A security researcher has uncovered a flaw in Slack that could've been exploited to steal files over the business messaging app and Watch Japanese black stockings female doctor gives oral sex service to patients Onlinepotentially spread malware.

The flaw involves Slack's Windows desktop app, and how it can automatically send downloaded files to a certain destination—whether it be on your PC or to an online storage server. You can set a download location in the app's preferences section. However, David Wells, a researcher at the security firm Tenable, noticed there's another way to configure the option: Via a special link.

"Crafting a link like 'slack://settings/?update={ 'PrefSSBFileDownloadPath':'}' would change the default download location if clicked," Wells wrote in a blog post on the vulnerability.

Wells realized the same function could be abused. Imagine a hacker using the links to secretly reconfigure a Slack desktop app to send all downloaded files to an outside server. "Using this attack vector, an insider could exploit this vulnerability for corporate espionage, manipulation, or to gain access to documents outside of their purview," Well's security firm Tenable said in a separate report.

Mashable Light Speed Want more out-of-this world tech, space and science stories? Sign up for Mashable's weekly Light Speed newsletter. By clicking Sign Me Up, you confirm you are 16+ and agree to our Terms of Use and Privacy Policy. Thanks for signing up!

Original image has been replaced. Credit: Mashable

The vulnerability can also pave the way for potential malware infections. Any downloaded files sent to the hacker-controller server can be altered and booby-trapped to include malicious code. The attack will commence once the victim opens the file on the Slack desktop app.

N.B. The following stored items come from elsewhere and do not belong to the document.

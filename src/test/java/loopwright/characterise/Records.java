package loopwright.characterise;

import java.util.List;
import java.util.Optional;
import loopwright.part.DiodeDatasheet;
import loopwright.part.DiodeModel;
import loopwright.part.DiodeRecord;
import loopwright.part.Polarity;
import loopwright.part.TransistorDatasheet;
import loopwright.part.TransistorMeasured;
import loopwright.part.TransistorModel;
import loopwright.part.TransistorRecord;
import loopwright.quantity.Quantity;

/** Short ways to write records for the tests. */
final class Records {
  private Records() {}

  /** A value that is there, or none where it is NaN. */
  static Optional<Quantity> of(double value) {
    return Double.isNaN(value) ? Optional.empty() : Optional.of(Quantity.of(value));
  }

  /** No value. */
  static Optional<Quantity> none() {
    return Optional.empty();
  }

  /** A datasheet with nothing but these betas and base-emitter voltages. */
  static TransistorDatasheet datasheet(
      List<TransistorDatasheet.Beta> betas, TransistorDatasheet.BaseEmitterVoltage... voltages) {
    return new TransistorDatasheet(
        betas,
        List.of(voltages),
        Optional.empty(),
        Optional.empty(),
        Optional.empty(),
        Optional.empty(),
        none(),
        none());
  }

  /** A typical current gain at 5 V. */
  static TransistorDatasheet.Beta beta(double current, double typical) {
    return beta(current, Double.NaN, typical, Double.NaN);
  }

  /** A current gain at 5 V; NaN leaves a column empty. */
  static TransistorDatasheet.Beta beta(
      double current, double minimum, double typical, double maximum) {
    return new TransistorDatasheet.Beta(
        Quantity.of(current), none(), of(minimum), of(typical), of(maximum));
  }

  /** A typical base-emitter voltage in the active region. */
  static TransistorDatasheet.BaseEmitterVoltage voltage(double current, double typical) {
    return new TransistorDatasheet.BaseEmitterVoltage(
        Quantity.of(current), none(), of(typical), none(), false);
  }

  /** The same datasheet with a transition frequency in Hz at 5 V; NaN leaves a column empty. */
  static TransistorDatasheet withTransitionFrequency(
      TransistorDatasheet sheet, double current, double minimum, double typical) {
    return new TransistorDatasheet(
        sheet.beta(),
        sheet.baseEmitterVoltage(),
        Optional.of(
            new TransistorDatasheet.TransitionFrequency(
                Quantity.of(current), none(), of(minimum), of(typical))),
        sheet.outputCapacitance(),
        sheet.inputCapacitance(),
        sheet.outputConductance(),
        sheet.earlyVoltage(),
        sheet.baseResistance());
  }

  /** The same datasheet with typical capacitances in F at reverse voltages in V. */
  static TransistorDatasheet withCapacitances(
      TransistorDatasheet sheet,
      TransistorDatasheet.Capacitance output,
      TransistorDatasheet.Capacitance input) {
    return new TransistorDatasheet(
        sheet.beta(),
        sheet.baseEmitterVoltage(),
        sheet.transitionFrequency(),
        Optional.of(output),
        Optional.of(input),
        sheet.outputConductance(),
        sheet.earlyVoltage(),
        sheet.baseResistance());
  }

  /** A capacitance at a reverse voltage; NaN leaves a column empty. */
  static TransistorDatasheet.Capacitance capacitance(
      double voltage, double typical, double maximum) {
    return new TransistorDatasheet.Capacitance(Quantity.of(voltage), of(typical), of(maximum));
  }

  /** The same datasheet with an output conductance in S at 10 V. */
  static TransistorDatasheet withOutputConductance(
      TransistorDatasheet sheet, double current, double minimum, double maximum) {
    return new TransistorDatasheet(
        sheet.beta(),
        sheet.baseEmitterVoltage(),
        sheet.transitionFrequency(),
        sheet.outputCapacitance(),
        sheet.inputCapacitance(),
        Optional.of(
            new TransistorDatasheet.OutputConductance(
                Quantity.of(current), of(10), of(minimum), of(maximum))),
        sheet.earlyVoltage(),
        sheet.baseResistance());
  }

  /** The same datasheet with an Early voltage, V. */
  static TransistorDatasheet withEarlyVoltage(TransistorDatasheet sheet, double voltage) {
    return new TransistorDatasheet(
        sheet.beta(),
        sheet.baseEmitterVoltage(),
        sheet.transitionFrequency(),
        sheet.outputCapacitance(),
        sheet.inputCapacitance(),
        sheet.outputConductance(),
        of(voltage),
        sheet.baseResistance());
  }

  /** A model that states these alone; NaN leaves a field out. */
  static TransistorModel model(
      double saturationCurrent, double forwardBeta, double recombinationCurrent) {
    return new TransistorModel(
        of(saturationCurrent),
        of(forwardBeta),
        none(),
        none(),
        none(),
        of(recombinationCurrent),
        none(),
        none(),
        none(),
        none(),
        none(),
        none(),
        none(),
        none(),
        none());
  }

  /** A model that states nothing but resistances in Ω and the reverse beta. */
  static TransistorModel resistances(
      double base, double emitter, double collector, double reverseBeta) {
    return new TransistorModel(
        none(),
        none(),
        of(reverseBeta),
        none(),
        none(),
        none(),
        none(),
        of(base),
        of(emitter),
        of(collector),
        none(),
        none(),
        none(),
        none(),
        none());
  }

  /** An npn type known by its datasheet. */
  static TransistorRecord transistor(TransistorDatasheet sheet) {
    return transistor(Optional.empty(), Optional.of(sheet), Optional.empty());
  }

  /** An npn type. */
  static TransistorRecord transistor(
      Optional<TransistorModel> model,
      Optional<TransistorDatasheet> sheet,
      Optional<TransistorMeasured> measured) {
    return new TransistorRecord(
        Polarity.NPN, model, sheet, measured, Optional.empty(), Optional.empty(), List.of());
  }

  /** A tester's current gain. */
  static TransistorMeasured measuredBeta(double current, double value) {
    return new TransistorMeasured(
        Optional.of(new TransistorMeasured.Beta(Quantity.of(current), Quantity.of(value))),
        Optional.empty());
  }

  /** A tester's base-emitter voltage at a temperature in °C. */
  static TransistorMeasured measuredVoltage(double current, double value, double celsius) {
    return new TransistorMeasured(
        Optional.empty(),
        Optional.of(
            new TransistorMeasured.BaseEmitterVoltage(
                Quantity.of(current), Quantity.of(value), Quantity.of(celsius))));
  }

  /** A diode known by its datasheet. */
  static DiodeRecord diode(DiodeDatasheet.ForwardVoltage... voltages) {
    return diode(
        Optional.empty(), Optional.of(new DiodeDatasheet(List.of(voltages), none(), none())));
  }

  /** A diode. */
  static DiodeRecord diode(Optional<DiodeModel> model, Optional<DiodeDatasheet> sheet) {
    return new DiodeRecord(model, sheet, Optional.empty(), Optional.empty(), List.of());
  }

  /** A forward voltage; NaN leaves a column empty. */
  static DiodeDatasheet.ForwardVoltage forward(double current, double typical, double maximum) {
    return new DiodeDatasheet.ForwardVoltage(Quantity.of(current), of(typical), of(maximum));
  }
}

The main obstacle of carrying out this attack is circulating the hacker-created links to people on Slack, which keeps its channels private to paying clients and their companies. To pull this off, Wells noticed how Slack channels can be configured to subscribe to RSS feeds, including threads on Reddit.

"I could make a post to a very popular Reddit community that Slack users around the world are subscribed to," Wells said. The hacker-created link will then populate inside the Slack channel and possibly attract some clicks.

"This technique could be unmasked by savvy Slack users, however if decades of phishing campaigns have taught us anything, it's that users click links, and when leveraged through an untrusted RSS feed, the impact can get much more interesting," he added.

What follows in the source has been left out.